Bon, commençons par le commencement. Le calcul de l'indemnité de licenciement pour inaptitude repose sur un barème légal assez simple, mais qui change du tout au tout selon l'origine de ton inaptitude.
L'indemnité légale : le socle commun
Le barème de base, c'est celui qui s'applique à tout licenciement d'un salarié en CDI. Le voici, sans fioritures : - **1/4 de mois de salaire** par année d'ancienneté pour les années jusqu'à 10 ans. - **1/3 de mois de salaire** par année d'ancienneté pour les années au-delà de 10 ans. Prenons un exemple concret. Si tu as 12 ans d'ancienneté et un salaire de référence de 2 500 € brut par mois, le calcul est le suivant : - Pour les 10 premières années : 10 x (2 500 € / 4) = 6 250 €. - Pour les 2 années suivantes : 2 x (2 500 € / 3) = 1 666,67 €. - Total :
7 916,67 €. Ce chiffre, c'est le minimum légal. Une convention collective ou un accord d'entreprise peut prévoir un montant plus élevé. À vérifier absolument.
Le salaire de référence : le détail qui change tout
Le salaire de référence, c'est la base de tout le calcul. Il se prend soit sur la moyenne des 12 derniers mois, soit sur la moyenne des 3 derniers mois. Et devine quoi ? C'est le plus favorable pour toi qui est retenu. J'ai déjà vu un cas où la personne avait eu une prime exceptionnelle il y a 10 mois, qui faisait monter la moyenne annuelle. L'employeur a voulu prendre la moyenne des 3 derniers mois – logique pour lui, moins pour le salarié. Résultat : on a dû batailler pour appliquer la règle du plus favorable.

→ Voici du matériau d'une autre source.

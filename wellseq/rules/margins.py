"""How near a kept sentence came to being broken.

Where a comparison is all that kept it, the margin is the least distance of the value from its bound
while everything else that it takes was or may have been so; else the least time between what may
not be together, with waits as short as they can be.
"""

from __future__ import annotations

import math
from bisect import bisect_right
from collections.abc import Iterable, Iterator

from wellseq.model import rulebook as book
from wellseq.rules import cuts
from wellseq.rules.course import reach
from wellseq.rules.cuts import Cuts
from wellseq.rules.moments import beginnings, endings
from wellseq.rules.reading import Reading
from wellseq.rules.rulings import Margin


def margin_of(
    sentence: book.Sentence, longest: Reading, shortest: Reading
) -> tuple[Margin | None, bool]:
    """The least margin, None where nothing came near, and whether what it watches for arises."""
    match sentence:
        case book.Always(trigger):
            parts = _parts(sentence.breaking)
            arises = trigger is None or bool(_inside(longest, trigger))
            found = _of_values(parts, longest) or _of_lengths(parts, longest)
            return found or _of_times(parts, shortest), arises
        case book.Around():
            return _around(sentence, longest, shortest)
        case book.AtEnd(wanted):
            end = longest.run.end
            last = cuts.before(end), cuts.after(end)
            return _of_values(_parts(book.negation(wanted)), longest, last), True
        case book.Counted(event, most, window_s):
            times = sorted(one.low for one in beginnings(event, shortest, standing=True))
            window = math.inf if window_s is None else shortest.axis.units(window_s)
            most_met = max(
                (bisect_right(times, first + window) - at for at, first in enumerate(times)),
                default=0,
            )
            return Margin(float(most - most_met), "times"), bool(times)


def _around(
    sentence: book.Around, longest: Reading, shortest: Reading
) -> tuple[Margin | None, bool]:
    """How much later what is wanted might have come, or how near an event came to failing."""
    before, wanted = sentence.side == "before", sentence.wanted
    found: list[int] = []
    arises = False
    for reading in (longest, shortest):
        moments = (beginnings if before else endings)(sentence.event, reading)
        arises = arises or bool(moments)
        if isinstance(wanted, book.Recent):
            window = reading.axis.units(wanted.window_s)
            there = _closed(cuts.within(reading.always(wanted.part)[0], *_ends(reading)))
            for one in moments:
                if before:
                    gaps = [one.high - end for start, end in there if start < one.low]
                else:
                    gaps = [start - one.low for start, end in there if end > one.high]
                found.append(window - max(min(gaps, default=window), 0))
            continue
        unwanted = book.negation(wanted)
        bad = (reading.before(unwanted) if before else reading.after(unwanted))[1]
        gap = _between([(one.low, one.high) for one in moments], _closed(_clip(reading, bad)))
        found += [] if gap is None else [gap]
    return _seconds(shortest, min(found, default=None)), arises


def _ends(reading: Reading) -> tuple[int, int]:
    return reading.run.low, reading.run.high


def _clip(reading: Reading, set_: Cuts) -> Cuts:
    return cuts.within(set_, *_ends(reading))


def _parts(condition: book.Condition) -> tuple[book.Condition, ...]:
    return condition.parts if isinstance(condition, book.AllOf) else (condition,)


def _inside(reading: Reading, condition: book.Condition) -> Cuts:
    """When a condition may be true, within the run."""
    return _clip(reading, reading.always(condition)[1])


# in the unit of a comparison


def _of_values(
    parts: tuple[book.Condition, ...], reading: Reading, only: Cuts | None = None
) -> Margin | None:
    found: list[Margin] = []
    everywhere = only or (reading.run.low, reading.run.high)
    for at, part in enumerate(parts):
        literals = list(_literals(part))
        if not literals:
            continue
        others = [_inside(reading, other) for other in (*parts[:at], *parts[at + 1 :])]
        when = cuts.meet(everywhere, *others)
        for comparison, true in literals if when else ():
            met = _met(comparison, reading, when)
            gap = min((_gap(comparison, true, *one) for one in met), default=math.inf)
            if math.isfinite(gap) and gap >= 0:
                found.append(Margin(gap, comparison.unit))
    return min(found, key=lambda one: one.value, default=None)


def _literals(condition: book.Condition) -> Iterator[tuple[book.Comparison, bool]]:
    """The comparisons any of which makes a condition true, and how each must turn out."""
    if isinstance(condition, book.Comparison):
        yield condition, True
    elif isinstance(condition, book.AnyOf):
        for part in condition.parts:
            yield from _literals(part)
    elif isinstance(condition, book.Not) and isinstance(condition.part, book.Comparison):
        yield condition.part, False
    elif isinstance(condition, book.Not) and isinstance(condition.part, book.AllOf):
        for part in condition.part.parts:
            yield from _literals(book.negation(part))


def _met(
    comparison: book.Comparison, reading: Reading, when: Cuts
) -> Iterator[tuple[float, float]]:
    """The intervals of a quantity over some instants of the run."""
    signals, quantity = reading.signals, comparison.quantity
    local = list(_local(reading, when))
    if isinstance(quantity, book.OfClouds):
        for one in signals.crowds.of(quantity):
            if cuts.touches(local[one.stretch], cuts.before(one.start), cuts.after(one.end)):
                yield one.low, one.high
        return
    for course, part in zip(signals.course(quantity), local, strict=True):
        met = reach(course, part)
        if met is not None:
            yield met


def _local(reading: Reading, when: Cuts) -> Iterator[Cuts]:
    """A set of instants of the run, stretch by stretch in its own time."""
    run = reading.run
    for number, (start, length) in enumerate(zip(run.starts, run.lengths, strict=True)):
        low, high = reading.axis.span(number, length)
        yield cuts.shifted(cuts.within(when, low + 2 * start, high + 2 * start), -start)


def _gap(comparison: book.Comparison, true: bool, low: float, high: float) -> float:
    """How far an interval of the quantity is from making the comparison turn out so."""
    first = -math.inf if comparison.low is None else float(comparison.low)
    last = math.inf if comparison.high is None else float(comparison.high)
    match comparison.relation:
        case "above":
            return first - high if true else low - first
        case "below":
            return low - last if true else last - high
        case "beyond":
            least = max(low, -high, 0.0)
            return first - max(high, -low) if true else least - first
        case "between":
            return max(first - high, low - last) if true else min(low - first, last - high)


# in time


def _of_lengths(parts: tuple[book.Condition, ...], reading: Reading) -> Margin | None:
    """What `for T` left of its time: T less the longest that the condition may have held."""
    found = [
        reading.axis.units(part.window_s)
        - max((end - start for start, end in _closed(_inside(reading, part.part))), default=0)
        for part in parts
        if isinstance(part, book.Held)
    ]
    return _seconds(reading, max((one for one in found if one >= 0), default=None))


def _of_times(parts: tuple[book.Condition, ...], reading: Reading) -> Margin | None:
    if len(parts) < 2:
        return None
    sets = [_inside(reading, part) for part in parts]
    found = [
        _between(_closed(one), _closed(cuts.meet(*sets[:at], *sets[at + 1 :])))
        for at, one in enumerate(sets)
    ]
    return _seconds(reading, min((one for one in found if one is not None), default=None))


def _closed(set_: Cuts) -> list[tuple[int, int]]:
    return [(start >> 1, end >> 1) for start, end in cuts.parts(set_)]


def _between(one: Iterable[tuple[int, int]], other: Iterable[tuple[int, int]]) -> int | None:
    """The least time from a part of one set to a part of the other; None where one is empty."""
    ends = [(start, end, 0) for start, end in one] + [(start, end, 1) for start, end in other]
    least: int | None = None
    last: list[int | None] = [None, None]
    for start, end, which in sorted(ends):
        before = last[1 - which]
        if before is not None:
            gap = max(start - before, 0)
            least = gap if least is None else min(least, gap)
        mine = last[which]
        last[which] = end if mine is None else max(mine, end)
    return least


def _seconds(reading: Reading, units: int | None) -> Margin | None:
    return None if units is None else Margin(float(reading.axis.seconds(units)), "s")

Le doublement de l'indemnité : le vrai game-changer
Et là, on touche au cœur du sujet. Si ton inaptitude est
d'origine professionnelle – c'est-à-dire qu'elle résulte d'un accident du travail ou d'une maladie professionnelle – l'indemnité légale est
doublée. C'est l'article L.1226-14 du Code du travail qui le prévoit. Reprends mon exemple précédent : 7 916,67 € deviennent
15 833,34 €. La différence est colossale. Le problème ? Beaucoup d'employeurs, surtout dans les petites structures, "oublient" de vérifier l'origine de l'inaptitude. Ou pire, ils classent tout en "non professionnel" pour limiter les coûts. J'ai accompagné un artisan qui avait une hernie discale reconnue en maladie professionnelle. Son médecin du travail avait pourtant noté l'origine pro. L'employeur a tenté de lui verser l'indemnité simple. On a dû sortir les textes pour le convaincre.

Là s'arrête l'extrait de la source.